Let's load in a standard csv file and print it out using the defaults. Then we will see how we can use Panda's styling to make it easier to extract information. The dataset we are using are the campaign contributions for the 2016 presidential elections.
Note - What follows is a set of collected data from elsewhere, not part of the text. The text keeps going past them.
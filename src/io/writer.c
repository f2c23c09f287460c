/*
** io/writer.c -- the generic writer: picks a format by extension, writes to
** a temporary name in the target's folder, renames on commit.
**
** Why the same folder: rename(2) is atomic only within one file system, so
** a reader of 'path' sees either the old file or the whole new one.
*/
#include <stdio.h>
#include <string.h>
#include <unistd.h>

#include "ioInt.h"

static const st_writer_format *const formats[] = {
    &st_gpkg_writer_format,
    &st_geojsonl_writer_format,
    &st_geojson_writer_format,
    &st_csv_writer_format,
    &st_shp_writer_format,
};

static const st_writer_format *find_format(const char *path)
{
    const char *ext = st_path_ext(path);
    for (size_t i = 0; i < sizeof formats / sizeof formats[0]; i++)
        for (const char *const *e = formats[i]->extensions; *e; e++)
            if (st_str_ends_with_ci(ext, *e) && strlen(ext) == strlen(*e))
                return formats[i];
    return NULL;
}

int st_writer_supports(const char *path)
{
    return find_format(path) != NULL;
}

st_status st_writer_fail(st_writer *w, st_status code, const char *fmt, ...)
{
    st_loc loc = ST_LOC_FILE(w->path);
    va_list ap;
    va_start(ap, fmt);
    st_diags_addv(w->diags, ST_SEV_ERROR, code, &loc, fmt, ap);
    va_end(ap);
    return code;
}

char *st_io_temp_name(const char *path)
{
    const char *slash = strrchr(path, '/');
    size_t dirlen = slash ? (size_t)(slash - path + 1) : 0;
    const char *base = path + dirlen;
    const char *ext = st_path_ext(path);
    size_t stemlen = strlen(base) - strlen(ext);
    return st_strdup_printf("%.*s.%.*s.tmp-%ld%s", (int)dirlen, path,
                            (int)stemlen, base, (long)getpid(), ext);
}

st_status st_writer_open(const char *path, st_diags *diags, st_writer **out)
{
    *out = NULL;
    st_writer *w = st_calloc(1, sizeof *w);
    if (!w)
        return ST_ERR_NOMEM;
    w->diags = diags;
    st_buf_init(&w->notes, 0);
    w->path = st_strdup(path);
    w->tmp_path = st_io_temp_name(path);
    if (!w->path || !w->tmp_path) {
        st_writer_close(w);
        return ST_ERR_NOMEM;
    }
    w->fmt = find_format(path);
    if (!w->fmt) {
        st_status rc = st_writer_fail(w, ST_ERR_USAGE,
                                      "unknown output format '%s' (expected .gpkg, "
                                      ".geojson, .geojsonl, .csv or .shp)",
                                      st_path_ext(path));
        st_writer_close(w);
        return rc;
    }
    st_status rc = w->fmt->open(w);
    if (rc != ST_OK) {
        st_writer_close(w);
        return rc;
    }
    *out = w;
    return ST_OK;
}

st_status st_writer_begin_layer(st_writer *w, const char *name,
                                const st_fields *fields, st_geom_type type)
{
    if (w->in_layer)
        return st_writer_fail(w, ST_ERR_USAGE,
                              "layer '%s' begun before the previous one ended", name);
    if (w->layers_begun && !w->fmt->multi_layer)
        return st_writer_fail(w, ST_ERR_USAGE,
                              "format %s holds one layer only", w->fmt->name);
    st_status rc = w->fmt->begin_layer(w, name, fields, type);
    if (rc == ST_OK) {
        w->layers_begun++;
        w->in_layer = 1;
        w->nfields = fields->count;
    }
    return rc;
}

st_status st_writer_write(st_writer *w, const st_feature *f)
{
    return w->fmt->write(w, f);
}

st_status st_writer_row_init(st_row *row, uint32_t nvalues)
{
    memset(row, 0, sizeof *row);
    st_buf_init(&row->text, 0);
    st_geom_init(&row->point);
    row->f.values = st_calloc(nvalues ? nvalues : 1, sizeof *row->f.values);
    row->f.nvalues = nvalues;
    return row->f.values ? ST_OK : ST_ERR_NOMEM;
}

st_status st_writer_row_fill(st_row *row, st_row_fill fill, void *ctx, size_t k)
{
    char **values = row->f.values;
    uint32_t n = row->f.nvalues;
    memset(&row->f, 0, sizeof row->f);
    memset(values, 0, (n ? n : 1) * sizeof *values);
    row->f.values = values;
    row->f.nvalues = n;
    st_buf_clear(&row->text);
    return fill(ctx, k, row);
}

void st_writer_row_free(st_row *row)
{
    st_free(row->f.values);
    st_buf_free(&row->text);
    st_geom_clear(&row->point);
    memset(row, 0, sizeof *row);
}

st_status st_writer_write_rows(st_writer *w, size_t n, st_row_fill fill, void *ctx,
                               unsigned nthreads)
{
    if (!w->in_layer)
        return st_writer_fail(w, ST_ERR_USAGE, "rows were written outside a layer");
    if (w->fmt->write_rows)
        return w->fmt->write_rows(w, n, fill, ctx, nthreads);
    st_row row;
    st_status rc = st_writer_row_init(&row, w->nfields);
    for (size_t k = 0; rc == ST_OK && k < n; k++) {
        rc = st_writer_row_fill(&row, fill, ctx, k);
        if (rc == ST_OK)
            rc = w->fmt->write(w, &row.f);
    }
    st_writer_row_free(&row);
    return rc;
}

st_status st_writer_end_layer(st_writer *w)
{
    w->in_layer = 0;
    return w->fmt->end_layer(w);
}

st_status st_writer_commit(st_writer *w)
{
    st_status rc = w->in_layer ? st_writer_end_layer(w) : ST_OK;
    if (rc == ST_OK)
        rc = w->fmt->finish(w);
    if (rc != ST_OK)
        return rc;
    w->finished = 1;
    if (w->fmt->commit)
        rc = w->fmt->commit(w);
    else if (rename(w->tmp_path, w->path) != 0)
        rc = st_writer_fail(w, ST_ERR_IO, "cannot rename the finished output into place");
    if (rc == ST_OK)
        w->committed = 1;
    return rc;
}

const char *st_writer_notes(const st_writer *w)
{
    return w->notes.len ? w->notes.data : NULL;
}

void st_writer_close(st_writer *w)
{
    if (!w)
        return;
    if (w->fmt && !w->committed) {
        if (!w->finished)
            w->fmt->discard(w);
        else if (!w->fmt->commit)
            remove(w->tmp_path);
        else
            w->fmt->discard(w);   /* impl is gone; removes leftover files */
    }
    st_buf_free(&w->notes);
    st_free(w->path);
    st_free(w->tmp_path);
    st_free(w);
}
The candidates have been sorted by the total amount of money the raised.
import pandas as pd
desired_cols = ['Surname', 'Given Name', 'Party', 'Individual contributions', 'Committee contributions',
'Candidate contributions', 'Transfers', 'Offsets', 'Other receipts', 'Total', 'Percent individual']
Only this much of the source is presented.